[[ Entries supplied open ]]
// A build as phases of independent tasks, planned from the stages' declared forms alone (see
// src/stages/stage.ts): the engine knows no stage by name. Units of work are input files (or parts
// of large ones): a per-unit phase writes one output per unit, so what a task does depends on its
// units and not on how many tasks there are, and any number of tasks gives the same bytes.
//
//   read        per unit: read, map fields, the leading built-in stages of form `record`
//   pass-N      per unit: apply the decisions of the keyed steps before, run the stages of form
//               `record` and `unit` that follow, and collect for the next keyed stage (a pass
//               without stages only collects, and writes no records: unit-io.ts, materializes)
//   <keyed>     per partition of keys: a keyed stage's partition step (its name: exact-dups, buckets, lines, …)
//   <resolve>   one task: a keyed stage's resolve step, when it has one (clusters)
//   whole-N     one task: consecutive stages of form `whole`, over every record in order
//   ids         per partition of ids (when a source has explicit ids): repeated ids across units
//   pack        per packing group: ledger, packing (the `sink` stage), shuffle, shards, and the
//               analyses' collection
//   analysis    per partition of keys: the analyses' partition steps (overlap between splits)
//   assemble    one task: joins the groups and the analyses' results, manifest, publish
import { dirname, basename, join, isAbsolute, resolve } from "node:path";
import type { LoadedPipeline } from "../pipeline/load.js";
import type { StageEntry } from "../pipeline/config.js";
import { BUILTIN_STAGES, STAGES } from "../stages/index.js";
import { formOf, type StageForm } from "../stages/stage.js";
import type { KeyedForm } from "../stages/keyed.js";
import type { PhaseInfo, TaskPlan } from "./plan-types.js";
import { uniqueIdsForm } from "./unique-ids.js";
import { ANALYSES } from "../analysis/registry.js";
import type { AnalysisSteps } from "../analysis/steps.js";

/** What a phase does. `entries` are stage entries it runs; `keyed` indexes the pipeline's stage list. */
export type PhaseKind =
  | { kind: "read"; entries: StageEntry[] }
  | { kind: "pass"; entries: StageEntry[]; collect?: number }
  | { kind: "partition"; keyed: number }
  | { kind: "resolve"; keyed: number }
  | { kind: "whole"; entries: StageEntry[] }
  | { kind: "pack" }
  | { kind: "analysis" }
  | { kind: "assemble" };

export interface Phase extends PhaseInfo {
  index: number;
  /** True when each task handles a share of the units (else of the key partitions, or one task). */
  perUnit: boolean;
  does: PhaseKind;
}

/** Where one keyed stage's steps run: the pass that collects, the partition phase, the resolve phase. */
export interface KeyedSteps {
  entry: StageEntry;
  form: KeyedForm;
  collect: string;
  partition: string;
  resolve?: string;
}

export interface PhasePlan extends TaskPlan {
  phases: Phase[];
  /** Tasks of the per-unit and per-partition phases; also the number of key partitions. */
  tasks: number;
  /** The keyed stages, by their index in the pipeline's stage list (the ids check as -1). */
  keyed: Map<number, KeyedSteps>;
  /** The analyses that apply to this build (their figures go into the manifest). */
  analyses: AnalysisSteps[];
}

/** The index of the engine's own keyed step, the explicit-id check, in `PhasePlan.keyed`. */
export const IDS_CHECK = -1;

export function workDirOf(p: LoadedPipeline): string {
  const w = p.config.cluster.work_dir;
  if (w === undefined) return join(dirname(p.outDir), `.${basename(p.outDir)}.work`);
  return isAbsolute(w) ? w : resolve(p.baseDir, w);
}

const form = (e: StageEntry): StageForm => formOf(STAGES[e.name], e.options);
/**
 * Stages the read phase runs: of form `record` and built in. Default ids are final only after
 * the read phase (they count rows across a source's files); the built-in stages never read ids,
 * and a worker thread can rebuild them from their names.
 */
const readable = (e: StageEntry) => BUILTIN_STAGES.has(e.name) && form(e).kind === "record";

export function planPhases(p: LoadedPipeline, tasks = p.config.cluster.tasks): PhasePlan {
  const stages = p.config.stages;
  const phases: Phase[] = [];
  const keyed = new Map<number, KeyedSteps>();
  const add = (name: string, count: number, perUnit: boolean, does: PhaseKind, summary: string): Phase => {
    let unique = name;
    for (let n = 2; phases.some((ph) => ph.name === unique); n++) unique = `${name}-${n}`;
    const ph: Phase = { name: unique, tasks: count, perUnit, does, summary, index: phases.length };
    phases.push(ph);
    return ph;
  };
  let i = 0;
  const readEntries: StageEntry[] = [];
  while (i < stages.length && readable(stages[i])) readEntries.push(stages[i++]);
  add("read", tasks, true, { kind: "read", entries: readEntries }, "read input files, map fields, run the leading per-record stages");
  // Explicit ids must be unique across a source's units: collected while reading, checked per partition of ids.
  if (p.config.sources.some((s) => s.id !== undefined)) {
    const ph = add("ids", tasks, false, { kind: "partition", keyed: IDS_CHECK }, "explicit ids: the first unit of every id keeps it, later ones are quarantined");
    keyed.set(IDS_CHECK, { entry: { name: "ids", options: {} } as StageEntry, form: uniqueIdsForm, collect: "read", partition: ph.name });
  }
  // The open pass: per-unit stages join it until a keyed stage collects there.
  type PassPhase = Phase & { does: { kind: "pass"; entries: StageEntry[]; collect?: number } };
  let pass: PassPhase | undefined;
  let passes = 1;
  const openPass = (): PassPhase => (pass ??= add(`pass-${++passes}`, tasks, true, { kind: "pass", entries: [] }, "") as PassPhase);
  for (; i < stages.length; i++) {
    const e = stages[i];
    const f = form(e);
    if (f.kind === "sink") continue;
    if (f.kind === "record" || f.kind === "unit") {
      openPass().does.entries.push(e);
      continue;
    }
    if (f.kind === "keyed") {
      const at = openPass();
      at.does.collect = i;
      const part = add(f.steps.partition, tasks, false, { kind: "partition", keyed: i }, `${e.name}: per partition of keys`);
      const res = f.resolve ? add(f.steps.resolve ?? `${f.steps.partition}-resolve`, 1, false, { kind: "resolve", keyed: i }, `${e.name}: joins the partitions' results`) : undefined;
      keyed.set(i, { entry: e, form: f, collect: at.name, partition: part.name, resolve: res?.name });
      pass = undefined;
      continue;
    }
    const run: StageEntry[] = [e];
    while (i + 1 < stages.length && form(stages[i + 1]).kind === "whole") run.push(stages[++i]);
    add(`whole-${phases.filter((ph) => ph.does.kind === "whole").length + 1}`, 1, false, { kind: "whole", entries: run }, `one stream: ${run.map((r) => r.name).join(", ")}`);
    pass = undefined;
  }
  add("pack", tasks, false, { kind: "pack" }, "per packing group: ledger, packing, shuffle, shards, the analyses' collection");
  const analyses = ANALYSES.filter((a) => a.applies({ config: p.config, baseDir: p.baseDir }));
  if (analyses.length > 0) add("analysis", tasks, false, { kind: "analysis" }, `per partition of keys: ${analyses.map((a) => a.key).join(", ")}`);
  add("assemble", 1, false, { kind: "assemble" }, "joins the groups: ledger, shards, counts, figures, manifest; publishes");
  for (const ph of phases) {
    if (ph.does.kind !== "pass") continue;
    const { entries, collect } = ph.does;
    const parts = [...(entries.length ? [`per unit: ${entries.map((e) => e.name).join(", ")}`] : []), ...(collect !== undefined ? [`collect for ${stages[collect].name}`] : [])];
    // A pass without stages writes no records (unit-io.ts, materializes): it applies the decisions before only for its collector.
    ph.summary = entries.length ? `apply the decisions before; ${parts.join("; ")}` : `the records with the decisions before, ${parts.join("; ")}; writes no records`;
  }
  return { pipeline: resolve(p.file), workDir: workDirOf(p), outDir: p.outDir, phases, tasks, keyed, analyses };
}

/**
 * The items (units, packing groups or key partitions) of `count` that task `index` of `tasks`
 * handles, dealt round the tasks: index, index + tasks, … Neighbouring items fall to different tasks,
 * so the few that a rebuild after an append must compute again (the new file's, the last group) run
 * side by side instead of one after another in the same task.
 */
export function shareOf(index: number, tasks: number, count: number): number[] {
  const out: number[] = [];
  for (let i = index; i < count; i += tasks) out.push(i);
  return out;
}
[[ Entries supplied closed ]]
Exact output of every entry is required.

// A build as phases of independent tasks, planned from the stages' declared forms alone (see
// src/stages/stage.ts): the engine knows no stage by name. Units of work are input files (or parts
// of large ones): a per-unit phase writes one output per unit, so what a task does depends on its
// units and not on how many tasks there are, and any number of tasks gives the same bytes.
//
//   read        per unit: read, map fields, the leading built-in stages of form `record`
//   pass-N      per unit: apply the decisions of the keyed steps before, run the stages of form
//               `record` and `unit` that follow, and collect for the next keyed stage (a pass
//               without stages only collects, and writes no records: unit-io.ts, materializes)
//   <keyed>     per partition of keys: a keyed stage's partition step (its name: exact-dups, buckets, lines, …)
//   <resolve>   one task: a keyed stage's resolve step, when it has one (clusters)
//   whole-N     one task: consecutive stages of form `whole`, over every record in order
//   ids         per partition of ids (when a source has explicit ids): repeated ids across units
//   pack        per packing group: ledger, packing (the `sink` stage), shuffle, shards, and the
//               analyses' collection
//   analysis    per partition of keys: the analyses' partition steps (overlap between splits)
//   assemble    one task: joins the groups and the analyses' results, manifest, publish
import { dirname, basename, join, isAbsolute, resolve } from "node:path";
import type { LoadedPipeline } from "../pipeline/load.js";
import type { StageEntry } from "../pipeline/config.js";
import { BUILTIN_STAGES, STAGES } from "../stages/index.js";
import { formOf, type StageForm } from "../stages/stage.js";
import type { KeyedForm } from "../stages/keyed.js";
import type { PhaseInfo, TaskPlan } from "./plan-types.js";
import { uniqueIdsForm } from "./unique-ids.js";
import { ANALYSES } from "../analysis/registry.js";
import type { AnalysisSteps } from "../analysis/steps.js";

/** What a phase does. `entries` are stage entries it runs; `keyed` indexes the pipeline's stage list. */
export type PhaseKind =
  | { kind: "read"; entries: StageEntry[] }
  | { kind: "pass"; entries: StageEntry[]; collect?: number }
  | { kind: "partition"; keyed: number }
  | { kind: "resolve"; keyed: number }
  | { kind: "whole"; entries: StageEntry[] }
  | { kind: "pack" }
  | { kind: "analysis" }
  | { kind: "assemble" };

export interface Phase extends PhaseInfo {
  index: number;
  /** True when each task handles a share of the units (else of the key partitions, or one task). */
  perUnit: boolean;
  does: PhaseKind;
}

/** Where one keyed stage's steps run: the pass that collects, the partition phase, the resolve phase. */
export interface KeyedSteps {
  entry: StageEntry;
  form: KeyedForm;
  collect: string;
  partition: string;
  resolve?: string;
}

export interface PhasePlan extends TaskPlan {
  phases: Phase[];
  /** Tasks of the per-unit and per-partition phases; also the number of key partitions. */
  tasks: number;
  /** The keyed stages, by their index in the pipeline's stage list (the ids check as -1). */
  keyed: Map<number, KeyedSteps>;
  /** The analyses that apply to this build (their figures go into the manifest). */
  analyses: AnalysisSteps[];
}

/** The index of the engine's own keyed step, the explicit-id check, in `PhasePlan.keyed`. */
export const IDS_CHECK = -1;

export function workDirOf(p: LoadedPipeline): string {
  const w = p.config.cluster.work_dir;
  if (w === undefined) return join(dirname(p.outDir), `.${basename(p.outDir)}.work`);
  return isAbsolute(w) ? w : resolve(p.baseDir, w);
}

const form = (e: StageEntry): StageForm => formOf(STAGES[e.name], e.options);
/**
 * Stages the read phase runs: of form `record` and built in. Default ids are final only after
 * the read phase (they count rows across a source's files); the built-in stages never read ids,
 * and a worker thread can rebuild them from their names.
 */
const readable = (e: StageEntry) => BUILTIN_STAGES.has(e.name) && form(e).kind === "record";

export function planPhases(p: LoadedPipeline, tasks = p.config.cluster.tasks): PhasePlan {
  const stages = p.config.stages;
  const phases: Phase[] = [];
  const keyed = new Map<number, KeyedSteps>();
  const add = (name: string, count: number, perUnit: boolean, does: PhaseKind, summary: string): Phase => {
    let unique = name;
    for (let n = 2; phases.some((ph) => ph.name === unique); n++) unique = `${name}-${n}`;
    const ph: Phase = { name: unique, tasks: count, perUnit, does, summary, index: phases.length };
    phases.push(ph);
    return ph;
  };
  let i = 0;
  const readEntries: StageEntry[] = [];
  while (i < stages.length && readable(stages[i])) readEntries.push(stages[i++]);
  add("read", tasks, true, { kind: "read", entries: readEntries }, "read input files, map fields, run the leading per-record stages");
  // Explicit ids must be unique across a source's units: collected while reading, checked per partition of ids.
  if (p.config.sources.some((s) => s.id !== undefined)) {
    const ph = add("ids", tasks, false, { kind: "partition", keyed: IDS_CHECK }, "explicit ids: the first unit of every id keeps it, later ones are quarantined");
    keyed.set(IDS_CHECK, { entry: { name: "ids", options: {} } as StageEntry, form: uniqueIdsForm, collect: "read", partition: ph.name });
  }
  // The open pass: per-unit stages join it until a keyed stage collects there.
  type PassPhase = Phase & { does: { kind: "pass"; entries: StageEntry[]; collect?: number } };
  let pass: PassPhase | undefined;
  let passes = 1;
  const openPass = (): PassPhase => (pass ??= add(`pass-${++passes}`, tasks, true, { kind: "pass", entries: [] }, "") as PassPhase);
  for (; i < stages.length; i++) {
    const e = stages[i];
    const f = form(e);
    if (f.kind === "sink") continue;
    if (f.kind === "record" || f.kind === "unit") {
      openPass().does.entries.push(e);
      continue;
    }
    if (f.kind === "keyed") {
      const at = openPass();
      at.does.collect = i;
      const part = add(f.steps.partition, tasks, false, { kind: "partition", keyed: i }, `${e.name}: per partition of keys`);
      const res = f.resolve ? add(f.steps.resolve ?? `${f.steps.partition}-resolve`, 1, false, { kind: "resolve", keyed: i }, `${e.name}: joins the partitions' results`) : undefined;
      keyed.set(i, { entry: e, form: f, collect: at.name, partition: part.name, resolve: res?.name });
      pass = undefined;
      continue;
    }
    const run: StageEntry[] = [e];
    while (i + 1 < stages.length && form(stages[i + 1]).kind === "whole") run.push(stages[++i]);
    add(`whole-${phases.filter((ph) => ph.does.kind === "whole").length + 1}`, 1, false, { kind: "whole", entries: run }, `one stream: ${run.map((r) => r.name).join(", ")}`);
    pass = undefined;
  }
  add("pack", tasks, false, { kind: "pack" }, "per packing group: ledger, packing, shuffle, shards, the analyses' collection");
  const analyses = ANALYSES.filter((a) => a.applies({ config: p.config, baseDir: p.baseDir }));
  if (analyses.length > 0) add("analysis", tasks, false, { kind: "analysis" }, `per partition of keys: ${analyses.map((a) => a.key).join(", ")}`);
  add("assemble", 1, false, { kind: "assemble" }, "joins the groups: ledger, shards, counts, figures, manifest; publishes");
  for (const ph of phases) {
    if (ph.does.kind !== "pass") continue;
    const { entries, collect } = ph.does;
    const parts = [...(entries.length ? [`per unit: ${entries.map((e) => e.name).join(", ")}`] : []), ...(collect !== undefined ? [`collect for ${stages[collect].name}`] : [])];
    // A pass without stages writes no records (unit-io.ts, materializes): it applies the decisions before only for its collector.
    ph.summary = entries.length ? `apply the decisions before; ${parts.join("; ")}` : `the records with the decisions before, ${parts.join("; ")}; writes no records`;
  }
  return { pipeline: resolve(p.file), workDir: workDirOf(p), outDir: p.outDir, phases, tasks, keyed, analyses };
}

/**
 * The items (units, packing groups or key partitions) of `count` that task `index` of `tasks`
 * handles, dealt round the tasks: index, index + tasks, … Neighbouring items fall to different tasks,
 * so the few that a rebuild after an append must compute again (the new file's, the last group) run
 * side by side instead of one after another in the same task.
 */
export function shareOf(index: number, tasks: number, count: number): number[] {
  const out: number[] = [];
  for (let i = index; i < count; i += tasks) out.push(i);
  return out;
}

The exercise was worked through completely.